28. In our considered view, Rule 27(c) cannot also be applied to construction services. The pricing of the construction services provided by each builder or developer contains various variables like location, demand, quality of construction, distance from schools etc. It is impossible to apply this “supply of goods or services of like kind or quality” formula to construction services generally. Two complexes built side-by-side will have significant pricing and quality differences.

29. Therefore, Rules 27(a), (b) as well as (c) are inappropriate for valuation of services provided by the Developer to Querist. We have to then go to Rule 27(d) which directs us to apply the valuation principles contained in Rule 30. Rule 30 of the CGST Rules reads as under:

30. Value of supply of goods or services or both based on cost.-

Where the value of a supply of goods or services or both is not determinable by any of the preceding rules of this Chapter, the value shall be one hundred and ten percent of the cost of production or manufacture or the cost of acquisition of such goods or the cost of provision of such services.”

30. It is our firm view that Rule 30 is most appropriate and convenient for valuation of services provided by the Developer to Querist. According to this rule, valuation is to be carried out by taking the cost of provision of services and adding 10% markup. Thus, value of supply is cost-plus-10% or 110% of the total cost of provision of the supply.

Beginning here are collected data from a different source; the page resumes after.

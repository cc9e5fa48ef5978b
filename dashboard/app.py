"""The page's Dash application: one callback a second that sends only what changed."""

from __future__ import annotations

import hashlib
import json
from datetime import UTC, datetime
from pathlib import Path
from typing import Any

import dash
from dash import ClientsideFunction, Input, Output, State
from dash.exceptions import PreventUpdate
from flask_compress import Compress

from daq.errors import StorageError
from dashboard import access, figures, lab
from dashboard.components import page, render
from dashboard.view import empty_view, is_silent, unreadable_view, view, waiting_view
from dashboard.words import clock

_CHILDREN = (
    "header",
    "verdict",
    "line",
    "warnings",
    "kappa",
    "rail",
    "now",
    "sensors",
    "log",
    "runs",
    "footer",
)
_DATA = ("night-data", "pattern-data", "plates-data", "strip-data")
_OUTPUTS = {
    "page": Output("page", "className"),
    **{name: Output(name, "children") for name in _CHILDREN},
    **{name: Output(name, "data") for name in _DATA},
    "seen": Output("seen", "data"),
}
_INDEX = (Path(__file__).parent / "index.html").read_text(encoding="utf-8")


def build(folder: Path, run: str | None = None) -> dash.Dash:
    """Return the application for a lab, gated and compressed; `run` pins it to one run."""
    app = dash.Dash(
        __name__,
        index_string=_INDEX,
        title="tercet",
        update_title=None,
        serve_locally=True,
        add_log_handler=False,
    )
    app.layout = page()
    _register(app, folder, run)
    Compress(app.server)
    answered = {output for output, entry in app.callback_map.items() if "callback" in entry}
    access.guard(app.server, lambda name: name in lab.run_names(folder), answered, app.csp_hashes())
    return app


def news(
    folder: Path, run: str | None, chosen: int | None, seen: dict[str, str], now: datetime
) -> dict[str, Any]:
    """Return the parts of the page that a browser has not seen yet, with the new state of what it has seen.

    Raises
    ------
    PreventUpdate
        When nothing changed.
    """
    names = lab.run_names(folder)
    shown = run if run is not None else names[-1] if names else None
    feed, mark = _feed(folder, shown, now, names, chosen)
    if seen.get("mark") == mark:
        raise PreventUpdate
    parts = _parts(folder, shown, feed, now, chosen) | {"runs": _runs(names, shown)}
    digests = {name: _digest(part) for name, part in parts.items()}
    fresh = {name: part for name, part in parts.items() if seen.get(name) != digests[name]}
    return {name: render(name, part) for name, part in fresh.items()} | {"seen": digests | {"mark": mark}}


def _register(app: dash.Dash, folder: Path, pinned: str | None) -> None:
    @app.callback(
        _OUTPUTS,
        Input("tick", "n_intervals"),
        Input("chosen", "data"),
        State("address", "pathname"),
        State("seen", "data"),
    )  # type: ignore[untyped-decorator]
    def refresh(_: int, chosen: int | None, path: str | None, seen: dict[str, str] | None) -> dict[str, Any]:
        named = path.removeprefix("/runs/") if path and path.startswith("/runs/") else pinned
        fresh = news(folder, named, chosen, seen or {}, datetime.now(UTC))
        return {name: fresh.get(name, dash.no_update) for name in _OUTPUTS}

    for name in ("night", "pattern", "strip"):
        app.clientside_callback(
            ClientsideFunction("tercet", name),
            Output(name, "figure"),
            Output(f"{name}-image", "aria-label"),
            Output(f"{name}-caption", "children"),
            Output(f"{name}-image", "className"),
            Input(f"{name}-data", "data"),
            Input("look", "data"),
        )
    app.clientside_callback(
        ClientsideFunction("tercet", "mark"),
        Output("marked", "data"),
        Input("plates-data", "data"),
        Input("now", "children"),
        Input("rail", "children"),
        Input("pattern-data", "data"),
    )


def _feed(
    folder: Path, run: str | None, now: datetime, names: list[str], chosen: int | None
) -> tuple[dict[str, Any] | StorageError | None, str]:
    """Return the feed (or why there is none) and a mark that changes whenever the page would."""
    if run is None or run not in names:
        return None, f"none {run}"
    stamp = lab.stamp(folder, run)
    try:
        feed = lab.read(folder, run, stamp)
    except StorageError as error:
        return error, f"{stamp} unreadable"
    return feed, f"{stamp} {is_silent(feed, now)} {chosen} {len(names)}"


def _parts(
    folder: Path,
    run: str | None,
    feed: dict[str, Any] | StorageError | None,
    now: datetime,
    chosen: int | None,
) -> dict[str, Any]:
    if feed is None:
        return _bare(empty_view(folder.name) if run is None else waiting_view(run))
    if isinstance(feed, StorageError):
        return _bare(unreadable_view(str(run), str(feed)))
    said = view(feed, is_silent(feed, now))
    shown = chosen if chosen is not None and chosen in feed["openings"] else max(feed["openings"])
    return {
        "page": "whole",
        **said,
        "line": _line(said),
        "footer": f"Data up to {clock(feed['updated_utc'], seconds=True)}.",
        "night-data": figures.night(feed),
        "pattern-data": figures.pattern(feed, shown),
        "plates-data": figures.plates(feed),
        "strip-data": figures.strip(feed),
    }


def _bare(said: dict[str, Any]) -> dict[str, Any]:
    return {"page": "bare", **said, "line": _line(said), "footer": ""}


def _line(said: dict[str, Any]) -> dict[str, Any]:
    """Take the ticking line out of the verdict, which is announced whenever it changes."""
    verdict = said["verdict"]
    return {key: verdict.pop(key) for key in ("line", "ends_utc", "progress")}


def _runs(names: list[str], shown: str | None) -> list[dict[str, Any]]:
    return [{"name": name, "shown": name == shown} for name in reversed(names)]


def _digest(part: Any) -> str:
    return hashlib.blake2b(json.dumps(part).encode(), digest_size=4).hexdigest()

31. The Developer should therefore calculate total cost for provision of construction services, including the material which goes into the provision of services and then add 10% of this cost to arrive at the value of supply. GST should be paid on the value of supply at 18% (that is, 9% Central Goods and Services Tax and 9% Maharashtra Goods and Services Tax) on such value.

32. The Developer should not take any land deduction with respect to construction services provided to Querist. Land deduction of 1/3rd of agreement value as per the Tariff Notification No. 11/2017-Central Tax (Rate) dated 28-6-2017 is available only if transfer of property in land or undivided share in land takes place while providing construction services. Since Querist itself owns the land, there is no question of any transfer of property in land or undivided 
interest in land from Developer to the Querist.

Flats constructed for outside purchasers

33. With respect to flats which are purchased for outside purchasers, GST is payable on the agreement value. However, land deduction of 1/3rd of the agreement value is available under Notification No. 11/2017-Central Tax (Rate) dated 28.06.2017.

Input tax credit to Developer

34. Schedule II Para 5(b) of the GST Act states that the following will be treated as a supply of services:

“construction of a complex, building, civil structure or a part thereof, including a complex or building intended for sale to a buyer, wholly or partly, except where the entire consideration has been received after issuance of completion certificate, where required, by the competent authority or after its first occupation, whichever is earlier”.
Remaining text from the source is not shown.